В небе над головой, зайдя в хвост друг другу, кружат «хейнкели». Их круг в небе — это наш плацдарм на земле. Какой же он крошечный!
Согнувшись, бегу по кукурузе к НП. Падаю, не добежав. Звенящий вой входит в меня, как штык. Закрываю глаза. Земля вздрагивает подо мной, как живая. На минуту глохну от грохота. Когда поднимаюсь, впереди черная и серая стена дыма. И на фоне этой черной, клубящейся грозовой стены особенно зелено, сочно блестят листья кукурузы. И сейчас же новый взрыв кидает меня на землю. Становится темно и удушливо.
Потом «хейнкели» улетают, сквозь черный дым проглядывает солнце. И уже вскоре над головой у нас — летнее синее небо с белыми облаками и яркое солнце. Оно кажется сейчас особенно ярким. Даже не верится, что пять минут назад оно тоже светило над головой и только дым заслонял его. Я отряхиваюсь. Кого-то уносят, согнувшись, по кукурузе. Еще пахнет взрывчаткой и везде разбросаны свежие комья земли.
Неужели кончится война и с такой же легкостью, с какой проглянуло сейчас солнце, забудется все? И зарастут молодой травой и окопы, и воронки, и память?
Глава III
Ночью нас внезапно сменяют.
Является командир отделения разведки Генералов, с ним Синюков и Коханюк. Коханюк во взводе новый, я его еще толком не знаю. Острый пестренький носик в веснушках, пестрые рыжеватые глаза, тонкая шея. Кто ж тебя так кохал, Коханюк, что за ворот тебе еще и кулак можно засунуть? Генералова я не видел десять дней. Он еще больше раздался вширь, лицо заблестело. По его комплекции ему бы усы, да орденов полную грудь, да под знамя — гвардеец!
— Еле вас нашли! — говорит он радостно оттого, что все-таки нашли. — На НП — нету. Мы уж по связи сюда…
Он садится на землю, сняв с головы, кладет рядом с собой новую фуражку (ого! даже фуражку завел офицерскую. Я пока что в выгоревшей пилотке хожу), платком вытирает лицо, волосы. От него пахнет одеколоном. Пока мы едим, он рассказывает новости:
— Ну, товарищ лейтенант, с вас вина бочонок: комбатом вас хотят назначить.
— А Монахов куда?
— Малярия доконала. В госпиталь увезли старшего лейтенанта.

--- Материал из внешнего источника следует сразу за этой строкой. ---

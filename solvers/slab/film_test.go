package slab

import (
	"fmt"
	"math"
	"math/big"
	"testing"

	"betaloom/solvers"
)

// guideEquation is a film between two media in the form of Yeh, Optical Waves in
// Layered Media: q d = m pi + atan(a1) + atan(a2), with a the ratios of the outer
// decay to the inner wave number, both over eps_z for TM. It is solved here by bisection in
// 420-bit arithmetic for the number of the mode.
type guideEquation struct {
	tm              bool
	film, low, high medium
	w, d            float64
	upper           func(x *big.Float) *big.Float // factor on the upper decay over k, for coupled films
}

func (g *guideEquation) excess(n2 *big.Float, m int) *big.Float {
	k := zero().Quo(fl(g.w), fl(lightSpeed))
	wave := func(l medium, sign float64) (q, p *big.Float) { // transverse number over k, and over eps_z
		if !g.tm {
			q = zero().Sqrt(zero().Mul(fl(sign), zero().Sub(fl(real(l.eps[0])), n2)))
			return q, q
		}
		v := zero().Sub(fl(1), zero().Quo(n2, fl(real(l.eps[1]))))
		q = zero().Sqrt(zero().Mul(fl(sign*real(l.eps[2])), v))
		return q, zero().Quo(q, fl(real(l.eps[2])))
	}
	q, pf := wave(g.film, 1)
	_, pl := wave(g.low, -1)
	gh, ph := wave(g.high, -1)
	if g.upper != nil {
		ph = zero().Mul(ph, g.upper(gh))
	}
	f := zero().Mul(zero().Mul(q, k), fl(g.d))
	f.Sub(f, zero().Mul(fl(float64(m)), bigPi()))
	f.Sub(f, atan(zero().Quo(pl, pf)))
	return f.Sub(f, atan(zero().Quo(ph, pf)))
}

// solve bisects for N.
func (g *guideEquation) solve(m int) *big.Float {
	c := 0
	if g.tm {
		c = 1
	}
	lo := fl(max(real(g.low.eps[c]), real(g.high.eps[c])))
	hi := fl(real(g.film.eps[c]))
	for range 140 {
		mid := zero().Mul(fl(0.5), zero().Add(lo, hi))
		if g.excess(mid, m).Sign() > 0 {
			lo = mid
		} else {
			hi = mid
		}
	}
	return zero().Sqrt(lo)
}

func bigError(got float64, want *big.Float) float64 {
	d, _ := zero().Quo(zero().Sub(fl(got), want), want).Float64()
	return math.Abs(d)
}

func polarised(modes []solvers.Mode, tm bool) []solvers.Mode {
	var out []solvers.Mode
	for _, m := range modes {
		if (m.Type != "TE") == tm {
			out = append(out, m)
		}
	}
	return out
}

// TestThreeLayerEquation: 1e-11 relative is what the solver is held to.
func TestThreeLayerEquation(t *testing.T) {
	w := frequency(testWavelength)
	films := []medium{filmOf(2, 0.8e-6), filmOf(3.5, 0.3e-6), filmOf(1.46, 6e-6), anisotropic(filmOf(2, 1.1e-6))}
	sides := [][2]medium{{half(1.444), half(1)}, {half(1.444), half(1.444)}, {anisotropic(half(1.3)), half(1.45)}}
	for i, film := range films {
		for j, side := range sides {
			m := &model{name: "film", w0: w, layers: []medium{side[0], film, side[1]}}
			modes, _ := solveModel(t, New(2), m, 40)
			for _, tm := range []bool{false, true} {
				t.Run(fmt.Sprintf("film %d sides %d tm %v", i, j, tm), func(t *testing.T) {
					list := polarised(modes, tm)
					if len(list) == 0 {
						t.Fatal("no mode")
					}
					for n, mode := range list {
						g := guideEquation{tm: tm, film: film, low: side[0], high: side[1], w: w, d: film.d}
						want := g.solve(n)
						if e := bigError(mode.Neff, want); e > 1e-11 || e*mode.Neff > mode.NeffErr {
							t.Errorf("%s: neff %.17g, off by %g, bound %g", mode.Family, mode.Neff, e, mode.NeffErr)
						}
					}
				})
			}
		}
	}
}

// TestNearCutoff chooses the thickness, in closed form, so that a mode lies a given distance
// above cut-off: neither digits nor derivatives may be lost there.
func TestNearCutoff(t *testing.T) {
	for _, above := range []float64{1e-6, 1e-9} {
		for _, sides := range [][2]medium{{half(1.444), half(1)}, {half(1.444), half(1.444)}, {half(1.444), half(1.4439999)}} {
			for number := range 3 {
				name := fmt.Sprintf("%g above, sides %.7f %.7f, TE%d", above, real(sides[0].eps[0]), real(sides[1].eps[0]), number)
				t.Run(name, func(t *testing.T) {
					n2 := math.Pow(math.Sqrt(real(sides[0].eps[0]))+above, 2)
					film := dispersive(filmOf(2, 0))
					q := math.Sqrt(real(film.eps[0]) - n2)
					phase := float64(number) * math.Pi
					for _, s := range sides {
						phase += math.Atan(math.Sqrt(n2-real(s.eps[0])) / q)
					}
					w := frequency(testWavelength)
					film.d = phase / q * lightSpeed / w
					m := &model{name: name, w0: w, layers: []medium{sides[0], film, sides[1]}}
					modes, _ := solveModel(t, New(2), m, 40)
					list := polarised(modes, false)
					if len(list) != number+1 {
						t.Fatalf("%d modes, expected %d", len(list), number+1)
					}
					mode := list[number]
					if len(mode.Flags) != 1 || mode.Flags[0] != "near-cutoff" {
						t.Errorf("flags %v", mode.Flags)
					}
					judge(t, m, &mode)
				})
			}
		}
	}
}

// TestNormalised: Kogelnik and Ramaswamy, Appl. Opt. 13, 1857 (1974). With V = k d sqrt(nf^2-ns^2),
// b = (N^2-ns^2)/(nf^2-ns^2) and a = (ns^2-nc^2)/(nf^2-ns^2) TE modes of all films obey
// V sqrt(1-b) = m pi + atan sqrt(b/(1-b)) + atan sqrt((b+a)/(1-b)).
func TestNormalised(t *testing.T) {
	w := frequency(testWavelength)
	nf, ns := 1.52, 1.5
	step := nf*nf - ns*ns
	for _, a := range []float64{0, 1, 10} {
		for number := range 3 {
			for _, b := range []float64{0.02, 0.3, 0.6, 0.9} {
				t.Run(fmt.Sprintf("a %g m %d b %g", a, number, b), func(t *testing.T) {
					if ns*ns-a*step <= 0 {
						t.Fatal("no such cover")
					}
					v := (float64(number)*math.Pi + math.Atan(math.Sqrt(b/(1-b))) + math.Atan(math.Sqrt((b+a)/(1-b)))) / math.Sqrt(1-b)
					m := &model{name: "b-V", w0: w, layers: []medium{half(ns), filmOf(nf, v/math.Sqrt(step)*lightSpeed/w), half(math.Sqrt(ns*ns - a*step))}}
					modes, _ := solveModel(t, New(2), m, 40)
					list := polarised(modes, false)
					if len(list) <= number {
						t.Fatalf("%d modes", len(list))
					}
					got := (list[number].Neff*list[number].Neff - ns*ns) / step
					if math.Abs(got-b) > 1e-12 { // rounding of V and of N^2 over step
						t.Errorf("b %.15g, expected %g", got, b)
					}
				})
			}
		}
	}
}

// TestCutoffThickness: the m-th TE mode appears at V = m pi + atan sqrt(a) (same source).
func TestCutoffThickness(t *testing.T) {
	w := frequency(testWavelength)
	nf, ns := 1.52, 1.5
	step := nf*nf - ns*ns
	for _, a := range []float64{0, 0.5, 10} {
		for number := range 4 {
			v := float64(number)*math.Pi + math.Atan(math.Sqrt(a))
			for _, off := range []float64{-1e-9, 1e-9} {
				t.Run(fmt.Sprintf("a %g m %d off %g", a, number, off), func(t *testing.T) {
					if v+off < 0 {
						off = 1e-9
					}
					m := &model{name: "cut-off", w0: w, layers: []medium{half(ns), filmOf(nf, (v+off)/math.Sqrt(step)*lightSpeed/w), half(math.Sqrt(ns*ns - a*step))}}
					modes, _ := solveModel(t, New(2), m, 40)
					want := number
					if off > 0 {
						want++
					}
					if got := len(polarised(modes, false)); got != want {
						t.Errorf("%d TE modes, expected %d", got, want)
					}
				})
			}
		}
	}
}

// TestTwoFilms: two equal films a distance s apart have pairs of modes, with
// tanh (even) and coth (odd) of g s/2 on the decay between them. Far apart a pair agrees in
// every digit, and still it is two modes with half the power in each film.
func TestTwoFilms(t *testing.T) {
	w := frequency(testWavelength)
	film, out, between := filmOf(2, 0.4e-6), half(1.444), filmOf(1.444, 0)
	for _, s := range []float64{0.1e-6, 0.5e-6, 2e-6, 5e-6, 10e-6, 50e-6, 300e-6} {
		between.d = s
		m := &model{name: "two films", w0: w, layers: []medium{out, film, between, film, out}}
		modes, _ := solveModel(t, New(2), m, 40)
		for _, tm := range []bool{false, true} {
			t.Run(fmt.Sprintf("%g um, tm %v", s*1e6, tm), func(t *testing.T) {
				list := polarised(modes, tm)
				if len(list) != 2 {
					t.Fatalf("%d modes, expected 2", len(list))
				}
				for i, mode := range list {
					g := guideEquation{tm: tm, film: film, low: out, high: out, w: w, d: film.d, upper: func(x *big.Float) *big.Float {
						h := zero().Mul(zero().Mul(x, fl(s/2)), zero().Quo(fl(w), fl(lightSpeed)))
						c, sh := coshSinhc(num2{zero().Mul(h, h), zero()})
						tanh := zero().Quo(zero().Mul(sh.re, h), c.re)
						if i == 1 {
							tanh.Quo(fl(1), tanh)
						}
						return tanh
					}}
					if e := bigError(mode.Neff, g.solve(0)); e > 1e-11 || e*mode.Neff > mode.NeffErr {
						t.Errorf("%s: off by %g, bound %g", mode.Symmetry, e, mode.NeffErr)
					}
					if mode.Symmetry != [2]string{"even", "odd"}[i] {
						t.Errorf("symmetry %q of mode %d", mode.Symmetry, i)
					}
					if mode.Confinement[1] != mode.Confinement[3] || mode.Confinement[1] < 0.2 {
						t.Errorf("shares of the films %g and %g", mode.Confinement[1], mode.Confinement[3])
					}
					if s < 6e-6 {
						judge(t, m, &mode)
					}
				}
			})
		}
	}
}
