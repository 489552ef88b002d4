package slab

import (
	"math"

	"betaloom/solvers"
)

// ulp is half the spacing of floating-point numbers at one.
const ulp = 0x1p-53

// safety multiplies every bound: rounding errors are counted as if each layer
// added a few, of the largest size.
const safety = 24

// given is the relative error of a permittivity and its derivatives as they come
// in: evaluating a material takes a few operations. A thickness has that of one rounding.
const given = 4 * ulp

// bound writes bounds on the numerical error. The only errors are those of
// rounding, of the stack's own numbers too. A relative error in a layer's phase moves N by the layer's share of
// the energy, an error in a face's state by |psi phi| there, which gives the error
// of u. The k-th Taylor coefficient of u carries that error times the k-th
// power of the rate at which the phases and the field's distribution change, and the rest is propagated through
// N = base + sigma u^2, n = sqrt N and beta = k n term by term.
func bound[T scalar](o *output, q *line[T], norm linear[T], n series[T], m *solvers.Mode) {
	rate := q.rate(norm)
	var du, dn [4]float64
	slope := 1.0
	if q.branch {
		slope = 2 * modulus(q.sigma.a) * modulus(q.u.a)
	}
	du[0] = q.noise(norm)/slope + 2*ulp*modulus(q.u.a)
	for k := 1; k <= 3; k++ {
		du[k] = du[k-1] * rate
	}
	size, grow, de := sizes(n), sizes(inverse(n)), q.spread(&du)
	in := q.inputs(norm, n, rate)
	for k := range de {
		de[k] += in[k]
	}
	for k := range dn {
		dn[k] = 2 * ulp * size[k]
		for j := range k + 1 {
			dn[k] += de[j] * grow[k-j] / 2
		}
	}
	c, w := lightSpeed, o.w
	m.NeffErr = safety * dn[0]
	m.NgErr = safety * (dn[1] + dn[0])
	m.GVDErr = safety * 2 * (dn[2] + dn[1]) / (c * w)
	m.Beta3Err = safety * 6 * (dn[3] + dn[2]) / (c * w * w)
	if _, real := any(n.a).(float64); !real {
		m.KappaErr = m.NeffErr
	}
}

// sizes is the absolute values of the coefficients.
func sizes[T scalar](x series[T]) [4]float64 {
	return [4]float64{modulus(x.a), modulus(x.b), modulus(x.c), modulus(x.d)}
}

// spread is the errors of the coefficients of N.
func (q *line[T]) spread(du *[4]float64) (e [4]float64) {
	u := sizes(q.u)
	if !q.branch {
		for k := range e {
			e[k] = du[k] + ulp*u[k]
		}
		return e
	}
	base, most := sizes(q.base), max(1, modulus(q.sigma.a))
	for k := range e {
		v := ulp * base[k]
		for j := range k + 1 {
			v += u[j] * (2*du[k-j] + 2*ulp*u[k-j])
		}
		e[k] = v * most
	}
	return e
}

// inputs is what rounding of the stack's numbers does to N, over safety: every number
// counts with its derivative of N along the way, which is known to first order and taken to
// go on as the rate says, or as u itself does where that changes faster.
func (q *line[T]) inputs(norm linear[T], n series[T], rate float64) (e [4]float64) {
	over, n2, u := norm.over(), mul(n, n).first(), sizes(q.u)
	base := u[1] + rate*u[0]
	rate = max(rate, 2*u[2]/base, math.Sqrt(6*u[3]/base))
	put := func(a, b complex128, of [4]float64, by float64) {
		s := [4]float64{abs(a), abs(b)}
		s[2] = rate * max(s[1], rate*s[0])
		s[3] = rate * s[2]
		for k := range e {
			for j := range k + 1 {
				e[k] += 2 * by / safety * s[j] * of[k-j]
			}
		}
	}
	medium := func(c *coefs[T], s share[T]) share[T] {
		s.scale(over)
		g := sensitive(q, c, &s, n2)
		put(g[0][0], g[0][1], sizes(c.e), given)
		if q.tm {
			put(g[1][0], g[1][1], sizes(c.inv), given)
		}
		return s
	}
	for i := range q.films {
		f := &q.films[i]
		s := medium(&f.live, q.shares[i])
		g := w2(s.energy, f.d)
		put(g[0], g[1], [4]float64{1}, ulp)
	}
	for i := range q.ends {
		if q.ends[i].closure == open {
			medium(&q.ends[i].live, q.tails[i])
		}
	}
	return e
}

// noise is the error that rounding in films and at faces makes in N.
func (q *line[T]) noise(norm linear[T]) float64 {
	weight := 1.0
	if q.branch {
		weight = modulus(q.u.a)
	}
	v := q.lift(q.u.a).a
	sum := 0.0
	for i := range q.films {
		f, s, c := &q.films[i], &q.shares[i], &q.faces[i]
		g := f.live.b.a * (f.live.gap.a - v)
		sum += modulus(g*s.psi.a) + modulus(f.live.inv.a*s.phi.a)
		sum += weight * modulus(c.psi*c.rise/f.live.inv.a)
	}
	for i := range q.ends {
		sum += weight * modulus(q.edges[i]*q.edges[i]*q.rates[i]) / (1 + modulus(q.sigma.a))
	}
	return 2 * ulp * sum / modulus(norm.a)
}

// rate is how fast phases and the distribution of the field change with t.
func (q *line[T]) rate(norm linear[T]) float64 {
	r := 1.0
	over := 1 / norm.a
	turn := norm.b * over
	for i := range q.films {
		z, s := q.z[i], &q.shares[i]
		x, y := modulus(z.b)/2, modulus(z.a)
		if evanescent(z.a) {
			x /= y
		} else {
			x /= math.Sqrt(1 + y)
		}
		r += x + modulus(q.films[i].live.b.a*(s.psi.b-s.psi.a*turn)*over)
	}
	return r
}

Странно устроен человек. Вот и не нужно мне это: кончится война, буду жив — демобилизуюсь. А все равно приятно.
Васин уже собрался, он и есть почти не стал: дома поедим. Действительно, мы ж домой идем. Я встаю.
— Так вот, Генералов, делать тебе вот что…
И как только я встаю и начинаю вводить его в круг обязанностей, Генералов сразу тускнеет, а на лице Коханюка отражается тревога. До сих пор они шли, спешили, один раз попали в болото, чуть не угодили под разрыв мины, бежали, искали нас, потеряли, нашли наконец, — они возбуждены и радостны. Но постепенно возбуждение остыло. Сейчас мы уйдем, и они останутся одни. Только Синюков этот уже бывал на плацдарме — спокойно переобувается на траве. В огневом взводе есть несколько человек старше его, но у меня во взводе их только двое таких: он и Шумилин. Он из тех солдат, что ни от чего не отказываются, но и сами никуда но напрашиваются: обошлось без них — и ладно.